Armato di linguaggio simbolico e di “costrutti sociali”, Sapiens parte dunque alla conquista del mondo. Dove arriva lui, scompaiono non solo le altre specie di Homo ma anche gran parte dei grandi mammiferi. Il terrore dell’ ecosistema.

Dopo aver popolato la Terra ed essere vissuto per molti millenni in tribù di cacciatori-raccoglitori, Sapiens è pronto per una nuova rivoluzione: intorno al 10.000 a.C. inventa l’ agricoltura e addomestica gli animali che gli tornano utili. La Rivoluzione Agricola consente di estrarre molto più cibo per unità di territorio, e dunque di nutrire molte più persone, ne consegue una vera e propria esplosione demografica.

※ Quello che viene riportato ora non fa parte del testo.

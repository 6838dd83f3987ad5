/**
 * `npm run bench`: every speed and memory figure of the project in one run, written to
 * results/bench.json (CONTRACT.md "The benchmark") and printed. Speed goals are checked here,
 * never in a timed test.
 *
 * Options: `--quick` skips the two memory runs (the 1e6-scenario run takes minutes);
 * `--out FILE` writes elsewhere.
 */
import { mkdirSync, renameSync, writeFileSync } from 'node:fs';
import { availableParallelism, cpus, totalmem } from 'node:os';
import { dirname, resolve } from 'node:path';
import { fileURLToPath } from 'node:url';
import { benchEnergy } from './energy.js';
import { benchFrequency } from './frequency.js';
import { benchPool, peakRssMb, writerPeakRssMb } from './pool.js';
import { benchSampler } from './sampler.js';
import { benchVoltage } from './voltage.js';

type Figures = Record<string, number>;

function prefixed(prefix: string, figures: Figures): Figures {
  const out: Figures = {};
  for (const [k, v] of Object.entries(figures)) out[`${prefix}${k}`] = v;
  return out;
}

async function timed<T>(label: string, f: () => Promise<T> | T): Promise<T> {
  const t0 = performance.now();
  process.stderr.write(`holdfast bench: ${label} ...`);
  const r = await f();
  process.stderr.write(` ${((performance.now() - t0) / 1000).toFixed(1)} s\n`);
  return r;
}

async function main(argv: string[]): Promise<void> {
  const quick = argv.includes('--quick');
  const outIdx = argv.indexOf('--out');
  const root = resolve(dirname(fileURLToPath(import.meta.url)), '../..');
  const outFile = outIdx >= 0 ? resolve(argv[outIdx + 1]!) : resolve(root, 'results/bench.json');

  const frequency = await timed('frequency engine', () => benchFrequency());
  const sampler = await timed('sampler', () => benchSampler());
  const voltage = await timed('voltage stage', () => benchVoltage());
  const energy = await timed('outage energy balance', () => benchEnergy());
  const pool = await timed('pool and writer', () => benchPool());
  const memory: Figures = {};
  if (!quick) {
    memory.peak_rss_mb_1e6 = await timed('1e6-scenario run (memory)', () => peakRssMb(1_000_000));
    memory.writer_peak_rss_mb_1e7 = await timed('1e7-row writer (memory)', () =>
      writerPeakRssMb(10_000_000),
    );
  }

  const report = {
    machine: {
      cores: availableParallelism(),
      cpu_model: cpus()[0]?.model ?? 'unknown',
      memory_gb: Math.round(totalmem() / 2 ** 30),
      node_version: process.version,
      platform: `${process.platform}-${process.arch}`,
    },
    measured_at: new Date().toISOString(),
    // The contract's headline figures first, then everything each stage reports.
    events_per_s_thread: frequency.events_per_s_thread,
    events_per_s_thread_50_sources: frequency.events_per_s_thread_50_sources,
    full_scenarios_per_s_thread: pool.full_scenarios_per_s_thread,
    full_scenarios_per_s_all_workers: pool.full_scenarios_per_s_all_workers,
    parallel_efficiency: pool.parallel_efficiency,
    naive_events_per_s: frequency.naive_events_per_s,
    peak_rss_mb_1e6: memory.peak_rss_mb_1e6 ?? null,
    nadir_error_p99_hz: frequency.nadir_error_p99_hz,
    ...prefixed('frequency.', frequency),
    ...prefixed('sampler.', sampler),
    ...prefixed('voltage.', voltage),
    ...prefixed('energy.', energy),
    ...prefixed('pool.', pool),
    ...prefixed('memory.', memory),
  };
  mkdirSync(dirname(outFile), { recursive: true });
  const tmp = `${outFile}.${process.pid}.tmp`;
  writeFileSync(tmp, `${JSON.stringify(report, null, 2)}\n`);
  renameSync(tmp, outFile);
  process.stdout.write(`${JSON.stringify(report, null, 2)}\n`);
}

main(process.argv.slice(2)).catch((err: unknown) => {
  process.stderr.write(`holdfast bench: ${err instanceof Error ? err.message : String(err)}\n`);
  process.exitCode = 3;
});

Le condizioni di vita migliorano ? A questa domanda Harari risponde con un secco “no”. La Rivoluzione Agricola – sostiene – fu la più grande impostura della storia. Un agricoltore lavora più ore rispetto al cacciatore-raccoglitore, è più esposto alle epidemie ed alle catastrofi naturali, per non parlare delle devastazioni prodotte dai predoni umani. E dunque ?
L’ agricoltura fu un successo per la specie umana, consentendo di aumentare enormemente la popolazione, punto. Il benessere del singolo non ha praticamente rilevanza. Allo stesso modo l’ allevamento rappresenta un successo evolutivo per i bovini, che sono oggi un miliardo e mezzo, pur se la vita di un singolo vitello è breve e piena di terribile sofferenza. Per di più, l’ aumento della popolazione rese l’ agricoltura una scelta irreversibile: non sarebbe stato più possibile sfamare tutti con la caccia e la raccolta.

Il surplus agricolo rende adesso possibile la specializzazione del lavoro, ma permette anche di sostenere delle élites di capi politici , sacerdoti, soldati, artisti e la collaborazione su larga scala prende ulteriormente quota, alimentata dai miti condivisi, generalmente con una base religiosa. L’ impero accadico può contare su un milione di sudditi, l’ impero romano arriva a cento milioni. Su questa scala, la collaborazione poggia su un’ altra innovazione epocale: la scrittura, originata appunto dalle crescenti esigenze contabili degli Stati nascenti. Con la specializzazione cresce in modo esponenziale anche il numero di beni scambiabili, e nasce l’ esigenza di avere un unico riferimento per calcolare il valore di ogni cosa: ecco dunque il denaro, “il solo sistema di fiducia creato dagli umani che sia stato capace di scavalcare quasi ogni divario culturale”.
I grandi imperi, nonostante massacri ed oppressioni, svolsero anche una funzione positiva, di unificazione di popoli e culture diverse, a volte persino contro le intenzioni dei loro stessi governanti.

La terza grande rivoluzione dell’ Homo Sapiens arriva circa 500 anni fa: la Rivoluzione Scientifica. Da allora, la popolazione mondiale è aumentata di 14 volte, la produzione di 240 volte ed il consumo di energia di 115.
Nella terza parte del saggio, Harari mostra come la micidiale combinazione di tre elementi capaci di rafforzarsi a vicenda, capitalismo, imperialismo e progresso scientifico, abbia messo in grado la piccola Europa occidentale di estendere il proprio dominio praticamente su tutto il mondo, generando una cultura ormai divenuta universale.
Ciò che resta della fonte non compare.